Member of the Chamber of Deputies
- In office 9 March 1933 – 15 May 1953
- Constituency: 1st Metropolitan District (Santiago)

Personal details
- Born: 28 January 1900 Talca, Chile
- Died: 2 December 1988 (aged 88) Santiago, Chile
- Party: Conservative Party
- Spouse: Glarifa Madrid Arellano
- Education: University of Chile
- Occupation: Lawyer, professor, politician

= Enrique Cañas =

Chilean lawyer (1900–1988)

Enrique Cañas Flores (28 January 1900 – 2 December 1988) was a Chilean lawyer, professor, diplomat, and Conservative Party politician who served as Deputy for the 1st Metropolitan District between 1933 and 1953.

== Biography ==
Cañas Flores was born in Talca on 28 January 1900, the son of Leopoldo Cañas and Carmen Flores.
He married Glarifa Madrid Arellano.

He studied at the Liceo of Talca and at the Liceo de Aplicación in Santiago. He later entered both the Pedagogical Institute and the Faculty of Law of the University of Chile, earning degrees as lawyer and professor of History and Geography in 1925.
He pursued further studies at the Catholic University of Leuven in Belgium.

== Professional career ==
Cañas began teaching at the Santa Catalina and San Agustín Liceos in 1920, later at Colegio San Pedro Nolasco, Liceo Miguel Luis Amunátegui, the German School of Santiago, and the Liceo de Aplicación. He also taught Economic Geography at the Pontifical Catholic University of Chile and the University of Chile.

He was Vice President of the National Association of Catholic Students in 1924.

== Diplomatic activity ==
He served as Chilean Delegate to the International Labour Conference in Geneva, and as Alternate Delegate to the League of Nations Assembly (1933).
He attended the World Congress of the Catholic Press in Brussels (1935), and represented Chile at the Buenos Aires Peace Conference (1936).

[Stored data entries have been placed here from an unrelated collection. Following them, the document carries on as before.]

package dev.leadline.chart;

import dev.leadline.interval.Interval;
import dev.leadline.numeric.Rounding;
import java.awt.AlphaComposite;
import java.awt.Graphics2D;
import java.util.ArrayList;
import java.util.List;
import java.util.Optional;

/// The *Settling* picture.
final class SettlingPicture extends Picture {
    private final Settling settling;

    SettlingPicture(Settling settling, View view, Theme theme, int width, int height) {
        this(settling, view, theme, width, height, view.values().orElseGet(() -> Framing.values(settling)));
    }

    private SettlingPicture(Settling settling, View view, Theme theme, int width, int height, Range values) {
        super(
                view,
                theme,
                width,
                height,
                new Scale(
                        view.draws().orElseGet(() -> Framing.draws(settling, view.logDraws())),
                        view.logDraws(),
                        "draws",
                        ""),
                new Scale(values, false, "estimate of " + settling.quantity(), settling.unit()),
                key(settling, values));
        this.settling = settling;
    }

    private static List<Legend.Entry> key(Settling settling, Range values) {
        var entries = new ArrayList<Legend.Entry>();
        for (int i = 0; i < settling.lanes().size(); i++) {
            var lane = settling.lanes().get(i);
            entries.add(new Legend.Entry(new Legend.Of.Lane(LaneLook.values()[i]), lane.lane() + "  " + lane.scheme()));
        }
        if (!entries.isEmpty()) {
            entries.add(new Legend.Entry(new Legend.Of.Remark(), Interval.percent(settling.level()) + " intervals"));
        }
        for (int i = 0; i < settling.lanes().size(); i++) {
            if (settling.lanes().get(i).banded()) {
                entries.add(new Legend.Entry(
                        new Legend.Of.Band(LaneLook.values()[i]), "any-time band: holds at every look"));
                break;
            }
        }
        settling.reference()
                .ifPresent(reference -> entries.add(new Legend.Entry(
                        new Legend.Of.ReferenceLine(),
                        "reference " + Typeset.number(reference.value(), 8) + whereabouts(reference.value(), values))));
        settling.strip()
                .flatMap(_ -> settling.tolerance())
                .ifPresent(asked -> entries.add(new Legend.Entry(
                        new Legend.Of.Strip(), "numerical tolerance " + Caption.of(asked, settling.unit()))));
        return entries;
    }

    private static String whereabouts(double value, Range values) {
        return value > values.high() ? " (above the picture)" : value < values.low() ? " (below the picture)" : "";
    }

    @Override
    List<Reading.At> read(double x) {
        var lanes = new ArrayList<Reading.At>();
        for (int i = 0; i < settling.lanes().size(); i++) {
            var lane = settling.lanes().get(i);
            var look = LaneLook.values()[i];
            nearest(lane.points(), x).ifPresent(k -> {
                var point = lane.points().get(k);
                String words = ReadingText.of(point, settling.unit());
                lanes.add(new Reading.At(lane.lane(), look, words, point, xOf(point.draws()), yOf(point.estimate())));
            });
        }
        return lanes;
    }

    @Override
    boolean isSensibleAcross(Range range) {
        double low = range.low();
        double high = range.high();
        double most = Framing.draws(settling, view.logDraws()).high();
        return view.logDraws()
                ? low >= .1 && high <= 30 * most && high >= 1.01 * low
                : low >= -most && high <= 3 * most && high - low >= 1 && high - low >= 1e-9 * high;
    }

    @Override
    boolean isSensibleUp(Range range) {
        var most = Framing.outermost(settling);
        return most.contains(range.low())
                && most.contains(range.high())
                && range.length() >= Framing.LEAST
                && range.length() >= 1e-11 * Math.max(Math.abs(range.low()), Math.abs(range.high()));
    }

    @Override
    void drawGround(Graphics2D g) {
        settling.strip().ifPresent(strip -> strip(g, yOf(strip.high()), yOf(strip.low())));
    }

    @Override
    void drawMarks(Graphics2D g) {
        var lanes = new ArrayList<Trace>();
        for (int i = 0; i < settling.lanes().size(); i++) {
            lanes.add(new Trace(settling.lanes().get(i).points(), LaneLook.values()[i]));
        }
        double share = lanes.size() > 2 ? .6 : 1; // many bands over each other stay light
        lanes.forEach(lane -> {
            lane.between(g, .5 * share, Point::bandLow, Point::bandHigh);
            lane.between(g, share, Point::low, Point::high);
        });
        drawReference(g);
        lanes.forEach(lane -> {
            lane.outerEdge(g, Point::bandLow);
            lane.outerEdge(g, Point::bandHigh);
        });
        lanes.forEach(lane -> {
            lane.edge(g, Point::low);
            lane.edge(g, Point::high);
        });
        lanes.forEach(lane -> lane.line(g, Point::estimate));
        lanes.forEach(lane -> lane.markers(g, Point::estimate));
    }

    private void drawReference(Graphics2D g) {
        settling.reference().ifPresent(reference -> {
            if (reference.error() > 0) {
                g.setColor(theme.reference());
                var composite = g.getComposite();
                g.setComposite(AlphaComposite.SrcOver.derive(.18f));
                g.fill(between(yOf(reference.value() + reference.error()), yOf(reference.value() - reference.error())));
                g.setComposite(composite);
            }
            g.setColor(theme.reference());
            g.setStroke(dashDot());
            horizontal(g, yOf(reference.value()));
        });
    }

    @Override
    List<String> remarks() {
        var remarks = new ArrayList<String>();
        if (settling.lanes().stream().allMatch(lane -> lane.points().isEmpty())) {
            remarks.add("no draws yet");
        }
        for (var lane : settling.lanes()) {
            remark(lane).ifPresent(remarks::add);
            if (lane.provisional()) {
                remarks.add("lane " + lane.lane() + ": provisional, exact places are found at the end");
            }
            if (lane.nonFinite() > 0) {
                remarks.add("lane " + lane.lane() + ": over finite evaluations only, " + Typeset.count(lane.nonFinite())
                        + " left out");
            }
        }
        return remarks;
    }

    private Optional<String> remark(Series lane) {
        var last = lane.last();
        if (last.isEmpty()) {
            return Optional.empty();
        }
        var point = last.get();
        String name = "lane " + lane.lane() + ": ";
        if (lane.withoutHit()) {
            var limit = Double.isFinite(point.high())
                    ? ", so at most " + Typeset.quantity(Typeset.set(Rounding.atMost(point.high())), settling.unit())
                            + " (" + Interval.percent(settling.level()) + ")"
                    : "";
            return Optional.of(name + "no hit in " + Typeset.count(point.draws()) + " draws" + limit);
        }
        if (!Double.isFinite(point.estimate())) {
            return Optional.of(name + "no estimate yet");
        }
        if (!(Double.isFinite(point.low()) && Double.isFinite(point.high()))) {
            return Optional.of(name + "no interval yet");
        }
        return Optional.empty();
    }
}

He served as Commercial Counsellor of the Chilean Embassy in Rome, and later as Ambassador to Uruguay between 1965 and 1970.

== Political career ==
A member of the Conservative Party, he served as provincial president of the party in Santiago in 1940.

He was elected Deputy for the 1st Metropolitan District (Santiago) for the 1933–1937 term, serving on the Standing Committees on Foreign Relations and on Economy and Trade.

He was reelected for three consecutive terms (1941–1945, 1945–1949, 1949–1953), participating on the Standing Committees on Education, Labour and Social Legislation, and Finance.

== Other activities ==
Cañas was a columnist for «El Diario Ilustrado» and acted as its delegate in a mission to Lima, Peru.
He was secretary and manager of the Association of Central Millers, Vice President of the National Tourism Council, and commercial agent of the Chilean Saltpetre and Iodine Sales Corporation in Brussels (1953).

He served as Director of the Law Center of the Pontifical Catholic University of Chile and was twice President of the Chilean-Brazilian Institute (1948–1980).

== Honors ==
He was awarded the rank of Commander of the French Legion of Honor.
He was also a member of Club Fernández Concha and Director of the Club Hípico de Santiago.